■ **Data items**
+--

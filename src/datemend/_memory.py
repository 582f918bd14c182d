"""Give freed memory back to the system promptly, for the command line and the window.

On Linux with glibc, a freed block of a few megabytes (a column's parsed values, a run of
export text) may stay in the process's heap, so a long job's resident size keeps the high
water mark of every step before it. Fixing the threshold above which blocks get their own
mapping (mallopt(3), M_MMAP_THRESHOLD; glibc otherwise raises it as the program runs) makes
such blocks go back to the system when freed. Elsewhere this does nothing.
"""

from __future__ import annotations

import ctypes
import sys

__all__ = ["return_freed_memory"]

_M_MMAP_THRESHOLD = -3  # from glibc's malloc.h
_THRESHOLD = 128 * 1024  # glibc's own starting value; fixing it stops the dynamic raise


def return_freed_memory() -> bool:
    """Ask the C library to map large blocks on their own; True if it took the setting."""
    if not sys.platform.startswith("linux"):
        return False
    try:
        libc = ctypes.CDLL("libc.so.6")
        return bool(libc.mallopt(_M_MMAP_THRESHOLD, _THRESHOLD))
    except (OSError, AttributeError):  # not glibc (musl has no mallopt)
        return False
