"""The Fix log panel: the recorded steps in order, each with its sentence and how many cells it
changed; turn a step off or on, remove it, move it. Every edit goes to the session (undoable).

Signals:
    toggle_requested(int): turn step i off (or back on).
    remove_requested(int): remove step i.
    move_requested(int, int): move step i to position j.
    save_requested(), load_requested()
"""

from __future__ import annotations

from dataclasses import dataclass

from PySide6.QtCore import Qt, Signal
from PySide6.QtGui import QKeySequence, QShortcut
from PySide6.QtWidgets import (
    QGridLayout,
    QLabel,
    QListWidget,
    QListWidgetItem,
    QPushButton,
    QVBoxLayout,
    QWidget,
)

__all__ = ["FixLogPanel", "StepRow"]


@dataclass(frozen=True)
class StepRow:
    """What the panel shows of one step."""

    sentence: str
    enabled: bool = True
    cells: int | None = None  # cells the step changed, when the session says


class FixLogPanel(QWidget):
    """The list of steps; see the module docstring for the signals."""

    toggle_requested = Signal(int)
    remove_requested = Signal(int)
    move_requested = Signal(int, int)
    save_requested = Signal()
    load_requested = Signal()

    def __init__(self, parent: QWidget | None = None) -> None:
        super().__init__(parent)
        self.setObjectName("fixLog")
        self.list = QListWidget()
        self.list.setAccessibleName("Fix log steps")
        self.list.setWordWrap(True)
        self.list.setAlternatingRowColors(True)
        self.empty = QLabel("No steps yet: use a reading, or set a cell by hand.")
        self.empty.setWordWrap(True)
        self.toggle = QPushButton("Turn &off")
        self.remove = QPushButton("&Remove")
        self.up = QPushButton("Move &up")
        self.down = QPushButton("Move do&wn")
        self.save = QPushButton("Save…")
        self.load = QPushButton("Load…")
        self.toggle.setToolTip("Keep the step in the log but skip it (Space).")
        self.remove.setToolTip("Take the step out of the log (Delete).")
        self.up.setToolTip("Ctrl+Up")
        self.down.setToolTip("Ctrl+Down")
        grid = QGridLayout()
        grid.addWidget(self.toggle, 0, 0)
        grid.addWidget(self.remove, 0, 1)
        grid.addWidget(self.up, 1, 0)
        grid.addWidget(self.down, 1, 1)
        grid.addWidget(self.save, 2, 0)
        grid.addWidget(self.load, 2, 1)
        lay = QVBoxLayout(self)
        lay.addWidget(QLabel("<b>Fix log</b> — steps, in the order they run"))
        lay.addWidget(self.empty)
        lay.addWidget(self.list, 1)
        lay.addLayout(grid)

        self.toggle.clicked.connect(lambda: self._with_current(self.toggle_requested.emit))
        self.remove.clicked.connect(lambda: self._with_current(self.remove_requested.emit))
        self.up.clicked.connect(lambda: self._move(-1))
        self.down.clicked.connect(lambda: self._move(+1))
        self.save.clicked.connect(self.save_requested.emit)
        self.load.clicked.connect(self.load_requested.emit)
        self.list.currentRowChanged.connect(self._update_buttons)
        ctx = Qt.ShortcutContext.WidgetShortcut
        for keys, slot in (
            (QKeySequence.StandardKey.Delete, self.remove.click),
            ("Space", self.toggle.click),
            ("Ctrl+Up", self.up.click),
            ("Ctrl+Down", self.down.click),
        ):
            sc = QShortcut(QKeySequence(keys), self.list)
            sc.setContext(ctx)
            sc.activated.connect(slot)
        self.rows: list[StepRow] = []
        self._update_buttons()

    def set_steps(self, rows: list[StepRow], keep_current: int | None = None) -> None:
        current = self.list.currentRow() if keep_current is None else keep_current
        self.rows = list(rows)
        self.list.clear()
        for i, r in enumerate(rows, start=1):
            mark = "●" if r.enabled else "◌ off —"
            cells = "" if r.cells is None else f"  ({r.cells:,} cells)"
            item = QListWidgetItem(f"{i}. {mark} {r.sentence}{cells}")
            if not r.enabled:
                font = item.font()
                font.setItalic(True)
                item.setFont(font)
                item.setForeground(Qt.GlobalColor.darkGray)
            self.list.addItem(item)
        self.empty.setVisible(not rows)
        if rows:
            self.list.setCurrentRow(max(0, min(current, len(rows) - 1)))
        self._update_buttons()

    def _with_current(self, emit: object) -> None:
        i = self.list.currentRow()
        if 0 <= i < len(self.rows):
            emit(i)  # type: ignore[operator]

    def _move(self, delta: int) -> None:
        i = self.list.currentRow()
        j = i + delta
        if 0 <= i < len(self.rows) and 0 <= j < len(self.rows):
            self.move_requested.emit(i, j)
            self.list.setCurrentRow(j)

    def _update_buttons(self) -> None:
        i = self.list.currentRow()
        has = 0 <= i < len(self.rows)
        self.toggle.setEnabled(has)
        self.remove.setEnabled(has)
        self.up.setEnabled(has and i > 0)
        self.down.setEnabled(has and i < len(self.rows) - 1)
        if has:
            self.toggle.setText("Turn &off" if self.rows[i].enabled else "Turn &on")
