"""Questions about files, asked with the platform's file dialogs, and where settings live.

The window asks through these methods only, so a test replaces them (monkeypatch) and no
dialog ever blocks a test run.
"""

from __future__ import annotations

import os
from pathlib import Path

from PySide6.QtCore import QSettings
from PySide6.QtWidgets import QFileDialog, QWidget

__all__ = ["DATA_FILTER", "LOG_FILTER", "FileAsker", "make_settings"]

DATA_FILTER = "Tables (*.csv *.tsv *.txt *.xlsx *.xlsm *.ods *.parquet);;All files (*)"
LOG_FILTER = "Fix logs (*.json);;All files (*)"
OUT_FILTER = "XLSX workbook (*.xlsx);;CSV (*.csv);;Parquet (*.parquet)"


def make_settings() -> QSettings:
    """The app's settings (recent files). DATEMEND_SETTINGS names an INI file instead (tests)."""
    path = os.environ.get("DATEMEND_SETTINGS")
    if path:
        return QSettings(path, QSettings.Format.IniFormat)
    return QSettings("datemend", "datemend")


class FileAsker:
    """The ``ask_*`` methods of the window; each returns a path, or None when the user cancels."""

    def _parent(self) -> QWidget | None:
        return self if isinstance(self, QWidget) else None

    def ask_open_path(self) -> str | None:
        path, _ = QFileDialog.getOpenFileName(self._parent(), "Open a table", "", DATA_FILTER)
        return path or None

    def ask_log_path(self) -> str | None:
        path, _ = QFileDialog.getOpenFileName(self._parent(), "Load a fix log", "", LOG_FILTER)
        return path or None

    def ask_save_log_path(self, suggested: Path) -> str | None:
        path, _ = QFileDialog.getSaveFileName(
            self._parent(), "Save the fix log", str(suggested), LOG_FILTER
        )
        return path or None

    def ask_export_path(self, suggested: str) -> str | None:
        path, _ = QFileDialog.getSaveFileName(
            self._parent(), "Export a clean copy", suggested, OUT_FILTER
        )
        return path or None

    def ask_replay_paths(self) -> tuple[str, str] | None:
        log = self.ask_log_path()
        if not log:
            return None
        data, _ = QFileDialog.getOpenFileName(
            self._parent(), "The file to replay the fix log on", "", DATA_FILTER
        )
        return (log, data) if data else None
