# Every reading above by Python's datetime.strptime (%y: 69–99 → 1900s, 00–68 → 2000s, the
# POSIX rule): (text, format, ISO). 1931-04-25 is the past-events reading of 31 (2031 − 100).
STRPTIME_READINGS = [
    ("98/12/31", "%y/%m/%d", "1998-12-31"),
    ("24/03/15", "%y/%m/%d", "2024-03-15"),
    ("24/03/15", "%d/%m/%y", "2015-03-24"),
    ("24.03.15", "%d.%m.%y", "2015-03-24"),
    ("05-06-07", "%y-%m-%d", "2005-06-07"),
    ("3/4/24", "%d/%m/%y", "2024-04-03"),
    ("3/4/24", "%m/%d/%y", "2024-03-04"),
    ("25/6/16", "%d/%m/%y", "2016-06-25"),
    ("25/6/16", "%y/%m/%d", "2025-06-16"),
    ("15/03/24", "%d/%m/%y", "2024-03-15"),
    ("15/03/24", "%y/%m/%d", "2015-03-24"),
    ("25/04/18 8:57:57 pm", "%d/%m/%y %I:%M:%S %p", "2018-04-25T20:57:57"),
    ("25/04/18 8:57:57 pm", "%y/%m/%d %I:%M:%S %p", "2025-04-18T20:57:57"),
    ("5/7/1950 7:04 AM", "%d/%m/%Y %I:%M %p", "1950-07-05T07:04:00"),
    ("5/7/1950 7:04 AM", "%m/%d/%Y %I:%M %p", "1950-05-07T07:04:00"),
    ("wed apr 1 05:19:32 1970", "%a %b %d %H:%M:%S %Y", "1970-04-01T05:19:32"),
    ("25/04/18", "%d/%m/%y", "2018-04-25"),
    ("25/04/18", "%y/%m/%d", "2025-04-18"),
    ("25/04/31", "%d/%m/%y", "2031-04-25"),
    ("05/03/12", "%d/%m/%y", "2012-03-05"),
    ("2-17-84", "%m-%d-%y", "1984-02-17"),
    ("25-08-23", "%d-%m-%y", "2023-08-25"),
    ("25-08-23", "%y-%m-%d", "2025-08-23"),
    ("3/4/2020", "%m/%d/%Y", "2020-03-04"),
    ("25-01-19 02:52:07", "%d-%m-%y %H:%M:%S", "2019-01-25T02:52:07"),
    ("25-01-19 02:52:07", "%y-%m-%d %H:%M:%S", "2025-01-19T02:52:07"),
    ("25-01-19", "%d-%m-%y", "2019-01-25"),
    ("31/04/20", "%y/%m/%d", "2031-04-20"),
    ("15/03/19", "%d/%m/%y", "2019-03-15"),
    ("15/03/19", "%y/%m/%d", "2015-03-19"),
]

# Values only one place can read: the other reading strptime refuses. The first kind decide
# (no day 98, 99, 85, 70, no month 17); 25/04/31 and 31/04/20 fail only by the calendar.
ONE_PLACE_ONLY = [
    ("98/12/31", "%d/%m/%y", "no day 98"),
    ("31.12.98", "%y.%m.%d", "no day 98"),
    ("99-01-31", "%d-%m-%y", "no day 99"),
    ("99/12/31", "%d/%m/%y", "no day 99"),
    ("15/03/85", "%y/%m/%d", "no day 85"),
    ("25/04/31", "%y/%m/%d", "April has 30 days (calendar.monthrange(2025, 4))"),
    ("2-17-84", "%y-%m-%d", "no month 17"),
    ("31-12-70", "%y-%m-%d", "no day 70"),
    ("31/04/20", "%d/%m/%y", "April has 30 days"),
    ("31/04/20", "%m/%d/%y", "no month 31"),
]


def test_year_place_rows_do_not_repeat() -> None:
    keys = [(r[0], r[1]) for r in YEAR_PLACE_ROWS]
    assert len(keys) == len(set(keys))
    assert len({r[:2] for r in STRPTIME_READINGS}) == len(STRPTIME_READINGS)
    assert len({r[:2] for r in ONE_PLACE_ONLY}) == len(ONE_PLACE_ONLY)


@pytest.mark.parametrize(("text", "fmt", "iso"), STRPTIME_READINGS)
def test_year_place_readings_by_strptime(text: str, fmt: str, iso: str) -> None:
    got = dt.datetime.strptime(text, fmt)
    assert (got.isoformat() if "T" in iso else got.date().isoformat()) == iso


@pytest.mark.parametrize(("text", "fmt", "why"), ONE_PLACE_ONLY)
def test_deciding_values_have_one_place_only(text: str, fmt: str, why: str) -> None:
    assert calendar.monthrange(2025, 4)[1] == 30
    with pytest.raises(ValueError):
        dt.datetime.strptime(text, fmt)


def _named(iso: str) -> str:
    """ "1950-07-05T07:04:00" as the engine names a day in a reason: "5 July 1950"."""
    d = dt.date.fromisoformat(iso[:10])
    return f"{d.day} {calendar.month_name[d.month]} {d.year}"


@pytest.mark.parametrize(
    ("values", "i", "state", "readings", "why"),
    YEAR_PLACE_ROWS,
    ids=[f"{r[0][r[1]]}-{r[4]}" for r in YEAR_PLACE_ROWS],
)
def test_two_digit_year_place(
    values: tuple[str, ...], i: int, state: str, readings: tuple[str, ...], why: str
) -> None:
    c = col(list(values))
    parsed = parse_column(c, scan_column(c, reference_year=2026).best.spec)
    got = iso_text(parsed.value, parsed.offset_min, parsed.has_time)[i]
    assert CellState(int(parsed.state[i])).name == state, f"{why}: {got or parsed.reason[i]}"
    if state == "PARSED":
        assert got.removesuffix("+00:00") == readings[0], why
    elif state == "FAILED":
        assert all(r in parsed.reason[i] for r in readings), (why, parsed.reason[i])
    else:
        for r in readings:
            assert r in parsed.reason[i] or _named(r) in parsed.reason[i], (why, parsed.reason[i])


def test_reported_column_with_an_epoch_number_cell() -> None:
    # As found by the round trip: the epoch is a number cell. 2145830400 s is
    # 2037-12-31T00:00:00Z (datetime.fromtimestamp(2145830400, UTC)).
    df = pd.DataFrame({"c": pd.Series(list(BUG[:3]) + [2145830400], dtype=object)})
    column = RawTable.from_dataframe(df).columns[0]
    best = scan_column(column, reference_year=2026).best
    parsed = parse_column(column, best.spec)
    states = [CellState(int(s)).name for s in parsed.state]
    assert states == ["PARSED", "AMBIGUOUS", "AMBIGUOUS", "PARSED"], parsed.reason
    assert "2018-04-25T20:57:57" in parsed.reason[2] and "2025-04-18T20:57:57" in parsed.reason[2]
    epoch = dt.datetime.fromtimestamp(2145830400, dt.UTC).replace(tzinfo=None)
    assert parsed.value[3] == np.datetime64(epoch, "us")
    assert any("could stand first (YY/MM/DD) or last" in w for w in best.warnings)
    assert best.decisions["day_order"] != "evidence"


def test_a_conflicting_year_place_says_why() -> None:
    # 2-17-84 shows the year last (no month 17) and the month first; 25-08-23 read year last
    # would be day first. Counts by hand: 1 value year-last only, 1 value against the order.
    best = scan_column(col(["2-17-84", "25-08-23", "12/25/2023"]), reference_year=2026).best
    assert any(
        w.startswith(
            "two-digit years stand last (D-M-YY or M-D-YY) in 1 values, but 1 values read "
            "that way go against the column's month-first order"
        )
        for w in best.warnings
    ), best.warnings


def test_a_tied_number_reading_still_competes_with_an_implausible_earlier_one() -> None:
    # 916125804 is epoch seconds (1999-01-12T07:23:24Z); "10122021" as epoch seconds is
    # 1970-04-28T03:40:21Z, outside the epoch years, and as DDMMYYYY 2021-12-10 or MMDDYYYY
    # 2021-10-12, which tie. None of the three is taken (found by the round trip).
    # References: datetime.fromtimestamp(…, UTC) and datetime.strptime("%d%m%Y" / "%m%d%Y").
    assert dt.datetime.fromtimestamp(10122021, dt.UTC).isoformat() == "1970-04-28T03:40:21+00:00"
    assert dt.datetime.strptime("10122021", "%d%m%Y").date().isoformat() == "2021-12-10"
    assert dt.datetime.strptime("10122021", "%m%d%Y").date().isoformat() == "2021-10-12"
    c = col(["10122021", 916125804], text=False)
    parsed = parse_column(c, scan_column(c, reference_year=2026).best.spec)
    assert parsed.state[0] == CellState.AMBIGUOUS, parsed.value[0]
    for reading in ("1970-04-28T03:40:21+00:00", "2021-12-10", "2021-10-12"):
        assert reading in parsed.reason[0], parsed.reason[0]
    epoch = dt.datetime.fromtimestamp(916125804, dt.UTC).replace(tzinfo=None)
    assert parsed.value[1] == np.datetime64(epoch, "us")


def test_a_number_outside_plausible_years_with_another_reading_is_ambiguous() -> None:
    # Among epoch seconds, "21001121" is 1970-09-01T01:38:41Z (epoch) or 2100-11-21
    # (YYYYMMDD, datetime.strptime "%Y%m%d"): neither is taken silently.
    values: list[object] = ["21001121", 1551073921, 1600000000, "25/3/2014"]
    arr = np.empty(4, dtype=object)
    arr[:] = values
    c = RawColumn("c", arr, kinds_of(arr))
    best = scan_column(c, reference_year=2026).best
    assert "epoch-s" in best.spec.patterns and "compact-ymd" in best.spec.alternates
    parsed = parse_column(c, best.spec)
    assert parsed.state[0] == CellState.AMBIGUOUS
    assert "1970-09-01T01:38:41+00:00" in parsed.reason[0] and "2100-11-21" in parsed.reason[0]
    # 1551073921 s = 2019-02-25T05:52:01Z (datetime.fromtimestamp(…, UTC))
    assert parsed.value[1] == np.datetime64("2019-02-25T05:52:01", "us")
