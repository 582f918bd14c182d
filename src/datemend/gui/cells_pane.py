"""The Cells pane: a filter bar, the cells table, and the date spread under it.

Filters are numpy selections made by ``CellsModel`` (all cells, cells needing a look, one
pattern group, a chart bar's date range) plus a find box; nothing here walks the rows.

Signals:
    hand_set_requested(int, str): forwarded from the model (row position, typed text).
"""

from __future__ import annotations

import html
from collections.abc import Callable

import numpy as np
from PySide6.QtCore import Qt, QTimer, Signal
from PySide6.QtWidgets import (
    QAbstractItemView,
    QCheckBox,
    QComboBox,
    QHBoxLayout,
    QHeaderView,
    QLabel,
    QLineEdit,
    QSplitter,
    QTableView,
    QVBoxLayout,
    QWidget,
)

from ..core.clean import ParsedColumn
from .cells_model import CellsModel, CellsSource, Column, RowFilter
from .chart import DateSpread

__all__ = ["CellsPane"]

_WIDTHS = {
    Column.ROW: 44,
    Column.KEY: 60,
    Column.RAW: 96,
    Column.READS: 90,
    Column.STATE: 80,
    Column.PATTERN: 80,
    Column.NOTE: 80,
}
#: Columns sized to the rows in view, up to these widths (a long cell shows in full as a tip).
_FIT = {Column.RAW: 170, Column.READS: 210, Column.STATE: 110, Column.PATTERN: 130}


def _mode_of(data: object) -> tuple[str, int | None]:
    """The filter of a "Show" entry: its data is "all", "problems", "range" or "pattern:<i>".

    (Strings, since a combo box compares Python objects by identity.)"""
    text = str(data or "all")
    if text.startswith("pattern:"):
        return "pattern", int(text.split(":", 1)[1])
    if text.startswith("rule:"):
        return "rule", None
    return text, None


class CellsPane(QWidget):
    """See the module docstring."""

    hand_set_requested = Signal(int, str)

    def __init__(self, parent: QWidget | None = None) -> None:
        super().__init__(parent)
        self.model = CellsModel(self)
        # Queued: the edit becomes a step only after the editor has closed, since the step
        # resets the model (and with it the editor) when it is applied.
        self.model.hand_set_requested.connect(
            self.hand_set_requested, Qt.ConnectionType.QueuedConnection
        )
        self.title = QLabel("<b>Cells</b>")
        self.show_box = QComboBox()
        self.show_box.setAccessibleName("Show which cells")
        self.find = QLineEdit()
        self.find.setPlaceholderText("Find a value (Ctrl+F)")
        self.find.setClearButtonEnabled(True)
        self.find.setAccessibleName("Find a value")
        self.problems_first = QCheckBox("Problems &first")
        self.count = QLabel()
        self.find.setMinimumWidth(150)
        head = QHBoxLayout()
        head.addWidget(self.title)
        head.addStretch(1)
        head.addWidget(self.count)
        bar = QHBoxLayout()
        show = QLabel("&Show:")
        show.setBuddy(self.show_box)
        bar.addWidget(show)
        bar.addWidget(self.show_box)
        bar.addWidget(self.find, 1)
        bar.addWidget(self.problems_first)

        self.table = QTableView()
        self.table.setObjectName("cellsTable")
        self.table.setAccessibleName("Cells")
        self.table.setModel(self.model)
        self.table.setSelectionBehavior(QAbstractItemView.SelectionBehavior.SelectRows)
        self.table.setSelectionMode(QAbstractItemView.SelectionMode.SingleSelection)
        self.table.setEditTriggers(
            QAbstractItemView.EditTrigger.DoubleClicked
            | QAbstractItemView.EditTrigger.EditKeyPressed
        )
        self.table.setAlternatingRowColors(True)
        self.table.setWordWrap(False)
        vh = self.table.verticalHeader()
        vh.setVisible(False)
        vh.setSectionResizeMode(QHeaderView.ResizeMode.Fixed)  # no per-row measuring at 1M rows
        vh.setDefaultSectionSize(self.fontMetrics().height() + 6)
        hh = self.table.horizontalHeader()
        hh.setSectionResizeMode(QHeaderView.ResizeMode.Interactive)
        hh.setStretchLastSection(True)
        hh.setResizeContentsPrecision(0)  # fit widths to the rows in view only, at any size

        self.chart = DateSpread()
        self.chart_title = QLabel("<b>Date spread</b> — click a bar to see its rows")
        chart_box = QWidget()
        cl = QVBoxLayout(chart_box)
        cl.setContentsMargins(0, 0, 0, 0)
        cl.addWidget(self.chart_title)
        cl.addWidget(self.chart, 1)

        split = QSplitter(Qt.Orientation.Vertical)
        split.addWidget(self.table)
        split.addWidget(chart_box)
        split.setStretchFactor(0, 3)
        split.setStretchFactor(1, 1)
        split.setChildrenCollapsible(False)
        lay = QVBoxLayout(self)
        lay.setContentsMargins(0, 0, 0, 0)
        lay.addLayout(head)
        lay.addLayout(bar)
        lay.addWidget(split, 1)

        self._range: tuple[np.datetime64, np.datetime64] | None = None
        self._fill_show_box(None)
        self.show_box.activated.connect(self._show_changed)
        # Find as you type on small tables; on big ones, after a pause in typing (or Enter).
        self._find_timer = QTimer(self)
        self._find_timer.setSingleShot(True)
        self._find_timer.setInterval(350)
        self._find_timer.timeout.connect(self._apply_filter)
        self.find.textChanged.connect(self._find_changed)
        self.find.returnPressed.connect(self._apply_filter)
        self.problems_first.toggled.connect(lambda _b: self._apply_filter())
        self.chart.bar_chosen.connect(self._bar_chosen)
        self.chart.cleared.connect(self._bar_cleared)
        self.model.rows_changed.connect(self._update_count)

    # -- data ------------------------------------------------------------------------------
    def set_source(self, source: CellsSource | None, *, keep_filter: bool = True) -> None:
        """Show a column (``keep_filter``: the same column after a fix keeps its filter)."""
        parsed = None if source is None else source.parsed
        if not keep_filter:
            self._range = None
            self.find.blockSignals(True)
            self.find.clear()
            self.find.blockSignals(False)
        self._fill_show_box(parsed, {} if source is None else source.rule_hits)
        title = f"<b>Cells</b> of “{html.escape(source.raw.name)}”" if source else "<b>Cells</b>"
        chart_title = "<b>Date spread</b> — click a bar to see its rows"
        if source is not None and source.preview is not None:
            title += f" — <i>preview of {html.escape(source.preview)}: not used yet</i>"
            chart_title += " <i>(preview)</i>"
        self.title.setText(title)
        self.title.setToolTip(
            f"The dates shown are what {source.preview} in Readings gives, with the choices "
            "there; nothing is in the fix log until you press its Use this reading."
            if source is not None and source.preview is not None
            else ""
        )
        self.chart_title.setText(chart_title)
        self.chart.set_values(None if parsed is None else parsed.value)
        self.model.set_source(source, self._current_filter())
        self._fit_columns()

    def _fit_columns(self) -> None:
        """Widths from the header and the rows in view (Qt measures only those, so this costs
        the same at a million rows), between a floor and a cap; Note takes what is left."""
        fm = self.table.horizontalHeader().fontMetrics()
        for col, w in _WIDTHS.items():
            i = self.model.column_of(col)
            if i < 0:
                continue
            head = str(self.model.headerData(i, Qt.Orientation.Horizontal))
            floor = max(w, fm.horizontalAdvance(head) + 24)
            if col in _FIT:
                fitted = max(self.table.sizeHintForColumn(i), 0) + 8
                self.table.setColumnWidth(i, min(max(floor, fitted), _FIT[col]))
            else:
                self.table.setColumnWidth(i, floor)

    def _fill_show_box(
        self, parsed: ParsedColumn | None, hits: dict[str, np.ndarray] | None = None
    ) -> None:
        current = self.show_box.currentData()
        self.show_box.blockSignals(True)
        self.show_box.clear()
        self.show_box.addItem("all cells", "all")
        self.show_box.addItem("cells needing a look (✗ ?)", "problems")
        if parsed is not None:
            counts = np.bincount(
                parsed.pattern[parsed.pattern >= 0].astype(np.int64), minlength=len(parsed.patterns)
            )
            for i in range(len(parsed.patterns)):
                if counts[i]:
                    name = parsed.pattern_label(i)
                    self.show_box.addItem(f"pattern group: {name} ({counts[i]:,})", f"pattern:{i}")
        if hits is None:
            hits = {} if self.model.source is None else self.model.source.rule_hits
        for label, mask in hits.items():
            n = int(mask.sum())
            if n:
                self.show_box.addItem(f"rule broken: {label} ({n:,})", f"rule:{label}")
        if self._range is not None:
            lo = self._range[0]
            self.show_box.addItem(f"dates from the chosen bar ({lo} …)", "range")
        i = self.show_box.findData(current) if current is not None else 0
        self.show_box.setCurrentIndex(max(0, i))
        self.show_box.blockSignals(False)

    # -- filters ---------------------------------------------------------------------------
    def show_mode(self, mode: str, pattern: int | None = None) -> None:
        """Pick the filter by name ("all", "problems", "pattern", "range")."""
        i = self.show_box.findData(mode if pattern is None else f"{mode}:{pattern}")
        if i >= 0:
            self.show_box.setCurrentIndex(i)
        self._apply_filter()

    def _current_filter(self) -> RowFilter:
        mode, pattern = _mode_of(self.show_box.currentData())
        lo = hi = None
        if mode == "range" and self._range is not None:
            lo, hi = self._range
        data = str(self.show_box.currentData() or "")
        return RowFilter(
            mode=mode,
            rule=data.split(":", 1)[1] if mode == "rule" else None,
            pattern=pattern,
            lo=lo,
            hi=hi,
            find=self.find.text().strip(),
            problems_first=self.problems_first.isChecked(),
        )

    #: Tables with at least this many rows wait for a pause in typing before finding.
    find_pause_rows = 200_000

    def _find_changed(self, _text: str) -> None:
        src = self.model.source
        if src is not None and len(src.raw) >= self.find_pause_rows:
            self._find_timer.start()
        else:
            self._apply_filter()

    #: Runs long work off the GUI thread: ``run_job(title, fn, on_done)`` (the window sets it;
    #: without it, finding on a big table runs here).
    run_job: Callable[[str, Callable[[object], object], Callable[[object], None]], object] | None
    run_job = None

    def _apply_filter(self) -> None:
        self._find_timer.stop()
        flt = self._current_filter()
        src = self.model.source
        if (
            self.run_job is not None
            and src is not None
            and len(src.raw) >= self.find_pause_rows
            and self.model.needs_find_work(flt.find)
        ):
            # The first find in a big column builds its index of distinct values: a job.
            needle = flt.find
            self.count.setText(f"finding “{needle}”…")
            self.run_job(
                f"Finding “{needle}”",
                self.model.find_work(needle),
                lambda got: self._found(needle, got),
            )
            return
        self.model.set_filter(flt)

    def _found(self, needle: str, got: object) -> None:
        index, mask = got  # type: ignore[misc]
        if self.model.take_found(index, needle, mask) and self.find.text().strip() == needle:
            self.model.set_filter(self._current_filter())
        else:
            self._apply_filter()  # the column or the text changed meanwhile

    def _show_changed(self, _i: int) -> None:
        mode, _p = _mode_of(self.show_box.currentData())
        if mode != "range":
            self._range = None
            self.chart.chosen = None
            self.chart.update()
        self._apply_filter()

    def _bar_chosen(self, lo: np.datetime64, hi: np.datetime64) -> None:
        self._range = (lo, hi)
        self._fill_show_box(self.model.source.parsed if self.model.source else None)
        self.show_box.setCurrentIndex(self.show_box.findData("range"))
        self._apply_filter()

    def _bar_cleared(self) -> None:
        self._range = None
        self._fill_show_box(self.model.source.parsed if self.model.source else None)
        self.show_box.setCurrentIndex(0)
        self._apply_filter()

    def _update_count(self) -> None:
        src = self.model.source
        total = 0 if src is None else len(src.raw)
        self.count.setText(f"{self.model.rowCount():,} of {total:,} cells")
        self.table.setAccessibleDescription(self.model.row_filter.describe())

+--

■ **Exercise prompt**
Out of the data above, transcribe exactly and only the lines starting with the line that has "if source else" and going on through the line that has "so this costs", both included.

■ **Your response**
        title = f"<b>Cells</b> of “{html.escape(source.raw.name)}”" if source else "<b>Cells</b>"
        chart_title = "<b>Date spread</b> — click a bar to see its rows"
        if source is not None and source.preview is not None:
            title += f" — <i>preview of {html.escape(source.preview)}: not used yet</i>"
            chart_title += " <i>(preview)</i>"
        self.title.setText(title)
        self.title.setToolTip(
            f"The dates shown are what {source.preview} in Readings gives, with the choices "
            "there; nothing is in the fix log until you press its Use this reading."
            if source is not None and source.preview is not None
            else ""
        )
        self.chart_title.setText(chart_title)
        self.chart.set_values(None if parsed is None else parsed.value)
        self.model.set_source(source, self._current_filter())
        self._fit_columns()

    def _fit_columns(self) -> None:
        """Widths from the header and the rows in view (Qt measures only those, so this costs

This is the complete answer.